- Original poster
- Productions: 2008 Summer Olympics Broadway January 2009

= Soul of Shaolin =

2009 theatrical event

Soul of Shaolin was a theatrical event presented on Broadway by Nederlander Worldwide Entertainment to coincide with the celebration of the Lunar New Year in January 2009. The first production from the People’s Republic of China ever to appear on Broadway, its story is told through a display of Chinese martial arts, particularly Shaolin Kung Fu, handed down through generations in the Shaolin Monastery, a Chán Buddhist temple at Song Shan near Dengfeng in China.

==Plot==
The primary focus is on Hui Guang, who as an infant was separated from his mother when she hid him, together with a broken piece of jade identifying his origin, during a period of civil conflict. Discovered by Na Luo, the baby is brought to the temple and raised by the monks who live there. His education includes instruction in the ways of Shaolin Kung Fu and the daily practice of Kung Fu skills. In later years, Hui Guang encounters his mother, now begging on the streets to support herself, being molested by a gang of men. In the ensuing struggle to rescue her, he drops the piece of jade, which she recognizes and pockets. Hoping to find her son, she sneaks into the forest on the temple grounds, where she is captured by Hui Guang.
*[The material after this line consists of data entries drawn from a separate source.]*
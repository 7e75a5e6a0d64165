"""The headless report: each stage's balance in words and numbers, or as JSON in SI."""

from __future__ import annotations

from typing import Any

from core.analysis.stage import StageResult, plan_results
from core.analysis.verdict import Verdict
from core.io.report_drift import drift_json, drift_lines
from core.io.report_parts import (
    conditions_json,
    conditions_lines,
    fitting_lines,
    fittings_json,
    goal_json,
    hold_limit_lines,
    hold_limits_json,
    solve_json,
    solve_lines,
    swing_json,
    swing_lines,
    wind_limit_lines,
)
from core.mechanics.balance import Balance
from core.mechanics.bodies import group_frame_words
from core.model.plan import Project
from core.motion.drift import DRIFT_CAUTION
from core.units import DisplayUnits, fmt, label, percent


def frame_note(project: Project) -> str:
    """The frame and sign note; a lashed group's frame is one member's, named."""
    groups = group_frame_words(project)
    return (
        "Hull frame: origin at the hull's reference point on the centreline"
        + (f" ({groups})" if groups else "")
        + ", x forward, y to port. "
        "Yaw moment positive counter-clockwise seen from above (swings the bow to port). "
        "Directions are relative bearings, degrees clockwise from ahead."
    )


CAUTION = (
    "Planning aid only, under the stated assumptions. Certified bollard pull, fitting ratings "
    "and the conditions on the day govern; the master, the pilot, local port rules and "
    "applicable standards decide."
)


def balance_json(b: Balance) -> dict[str, Any]:
    eq = b.equivalent
    return {
        "body": b.body,
        "centroid_m": list(b.centroid),
        "centre_of_gravity_m": list(b.centre_of_gravity),
        "net_force_N": {"ahead": eq.force[0], "to_port": eq.force[1], "magnitude": eq.magnitude},
        "net_force_bearing_deg": b.net_bearing_deg,
        "net_force_words": b.walking,
        "yaw_moment_about_centroid_Nm": eq.moment,
        "yaw_moment_about_centre_of_gravity_Nm": b.moment_cog_nm,
        "turning": b.turning,
        "equivalent": {
            "kind": eq.kind,
            "point_on_line_m": None if eq.point is None else list(eq.point),
            "direction": None if eq.direction is None else list(eq.direction),
            "offset_from_centroid_m": eq.offset_m,
            "crosses_centreline_at_x_m": b.centreline_x,
            "centreline": b.centreline,
            "crossing_far_off_the_hull": b.crossing_is_far,
            "along_centreline": b.along_centreline,
            "enters_outline_m": None if b.chord is None else list(b.chord[0]),
            "leaves_outline_m": None if b.chord is None else list(b.chord[1]),
        },
        "tugs": [
            {
                "tug": sh.tug,
                "hull": sh.hull,
                "point": sh.point,
                "mode": sh.mode,
                "setting_percent": sh.setting * 100,
                "assigned_pull_N": sh.pull_n,
                "usable_pull_N": sh.usable_n,
                "rated_pull_N": sh.rated_n,
                "share_of_rated_pull": sh.share_of_rated,
                "force_N": {"ahead": sh.force[0], "to_port": sh.force[1]},
                "force_bearing_deg": sh.lead_bearing_deg,
                "yaw_moment_about_centroid_Nm": sh.moment_centroid_nm,
                "tug_position_m": list(sh.position),
            }
            for sh in b.shares
        ],
        "warnings": [
            {"code": n.code, "subject": n.subject, "message": n.message} for n in b.notices
        ],
    }


def report_json(project: Project) -> dict[str, Any]:
    """The report as a JSON-ready dict in SI units, with frame and units stated."""
    return {
        "plan": project.name,
        "revision": project.revision,
        "units": {"force": "N", "moment": "N*m", "length": "m", "speed": "m/s", "angle": "deg"},
        # the reasons, warnings and words are written for people, in the plan's units
        "text_units": {q: project.units.unit(q) for q in ("force", "moment", "length", "speed")},
        "frame": frame_note(project),
        "caution": CAUTION,
        "drift_caution": DRIFT_CAUTION,
        "stages": [
            {**_stage_json(r), "drift": drift_json(project, r.index)} for r in plan_results(project)
        ],
    }


def verdict_json(v: Verdict) -> dict[str, Any]:
    return {
        "status": v.status,
        "reasons": [
            {"code": r.code, "text": r.text, "status": r.status, "subject": r.subject}
            for r in v.reasons
        ],
    }


def _stage_json(r: StageResult) -> dict[str, Any]:
    s, main = r.stage, r.main
    out: dict[str, Any] = {
        "stage": s.name,
        "kind": s.kind,
        "verdict": verdict_json(r.verdict),
        "goal": None if main is None else goal_json(main),
        "swing": swing_json(r),
        "balance": None if main is None else balance_json(main.balance),
    }
    if main is not None:
        out["fittings"] = fittings_json(main)
        out["conditions"] = conditions_json(s, main)
        out["solve"] = solve_json(main)
        out["hold_limits"] = hold_limits_json(s, main.hold_limits)
        out["notes"] = list(main.notes)
        others = [b for b in r.worked if b is not main]
        if others:
            out["other_bodies"] = [
                {"balance": balance_json(b.balance), "fittings": fittings_json(b)} for b in others
            ]
    out["clearances"] = [
        {
            "body": c.body,
            "other": c.other,
            "other_kind": c.other_kind,
            "distance_m": c.distance_m,
            "margin_m": c.margin_m,
            "below_margin": c.below_margin,
        }
        for c in r.clearances
    ]
    return out


def _balance_lines(b: Balance, u: DisplayUnits) -> list[str]:
    eq = b.equivalent
    f, m = u.unit("force"), u.unit("moment")
    lines = []
    bearing = "" if b.net_bearing_deg is None else f" towards {b.net_bearing_deg:05.1f} relative"
    lines.append(
        f"  Net force       {u.show(eq.magnitude, 'force')}{bearing}"
        f"  (ahead {fmt(u.value(eq.force[0], 'force'), signed=True)} {label(f)}, "
        f"to port {fmt(u.value(eq.force[1], 'force'), signed=True)} {label(f)})"
        f"  {b.walking}"
    )
    lines.append(
        f"  Yaw moment      {fmt(u.value(eq.moment, 'moment'), signed=True)} {label(m)} about the centroid, "
        f"{b.turning}"
    )
    lines.append(
        f"                  {fmt(u.value(b.moment_cog_nm, 'moment'), signed=True)} {label(m)} about the centre of gravity"
    )
    lines.append(f"  Equivalent      {b.equivalent_words(u)}")
    lines.append(
        f"  {'Tug':<14}{'Point':<22}{'Mode':<6}{'Setting':>17}{'Pull':>12}{'Bearing':>9}{'Moment':>14}{'Share of rated pull':>22}"
    )
    for sh in b.shares:
        lines.append(
            f"  {sh.tug:<14}{sh.point:<22}{sh.mode:<6}{sh.setting_words:>17}"
            f"{u.value(sh.pull_n, 'force'):>8.1f} {label(f):<3}{sh.lead_bearing_deg:>8.0f} "
            f"{fmt(u.value(sh.moment_centroid_nm, 'moment')):>9} {label(m):<4}{percent(sh.share_of_rated) + ' %':>22}"
        )
    for n in b.notices:
        lines.append(f"  WARNING: {n.message}")
    return lines


def report_text(project: Project) -> str:
    """The report in the project's display units, for a terminal."""
    u = project.units
    out = [f"{project.name} (revision {project.revision})", frame_note(project), ""]
    for r in plan_results(project):
        s = r.stage
        out.append(f"Stage {r.index + 1}: {s.name} [{s.kind}]")
        out.append(f"  Verdict         {r.verdict.label}")
        out.extend(f"    {reason.status.upper():<8}{reason.text}" for reason in r.verdict.reasons)
        out.extend(wind_limit_lines(r, u))
        out.extend(swing_lines(r))
        for b in r.worked:
            if len(r.worked) > 1:
                out.append(f"  Body            {b.name}")
            out.extend(_balance_lines(b.balance, u))
            out.extend(fitting_lines(b, u))
            out.extend(conditions_lines(s, b, u))
            out.extend(solve_lines(b, u))
            out.extend(hold_limit_lines(s, b.hold_limits, u))
        if not r.worked:
            out.append("  no hull to work on")
        else:
            out.extend(drift_lines(project, r.index))
        out.append("")
    out.append(CAUTION)
    out.append(DRIFT_CAUTION)
    return "\n".join(out) + "\n"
Following an interrogation, it becomes clear who she is. Her request to take her son with her is denied by the abbot, who declares if Hui Gang wants to leave the temple, he must fight his way out, according to the rules require. He does so, and mother and son finally are reunited.

==Production==
Soul of Shaolin originally was presented at the 2008 Summer Olympics as part of the Beijing arts festival. Following three previews, the Broadway production officially opened at the Marquis Theatre on January 15, 2009, and ran for 21 performances and ended on the 31st. Featuring the Shaolin Temple Wushu Martial Artists, it was directed and choreographed by Liu Tongbiao and starred Yu Fei as Hui Guang as a young man, Zhang Zhigang as Na Luo, Wang Yazhi as Hui Guang's mother, and Bai Guojun as the abbot. The Broadway production has been nominated for the Tony Award for Best Special Theatrical Event and the Drama Desk Award for Unique Theatrical Experience.

==Critical reception==
Charles Isherwood of The New York Times observed, "The three performers who play the main character, Hui Guang, impress with their contortionist feats and physical prowess . . . The splashy all-monks-on-deck numbers combine the pop of a Broadway dance routine with the testosteroney thrill of Hong Kong action movies. But Soul of Shaolin ultimately seems a pretty cheap enterprise. The sets are mostly painted flats, and the music . . . is recorded. Much of it is schlocky; for long stretches it sounds as if someone loaded up the world’s most bombastic movie soundtracks on an iPod and then pressed the shuffle button. The passages of more relaxed indigenous music come as a big relief. Unfortunately for the makers of Soul of Shaolin . . . the innumerable Cirque du Soleil shows have set a far higher standard in terms of stagecraft . . . I seriously doubt Soul of Shaolin represents the best of Chinese culture."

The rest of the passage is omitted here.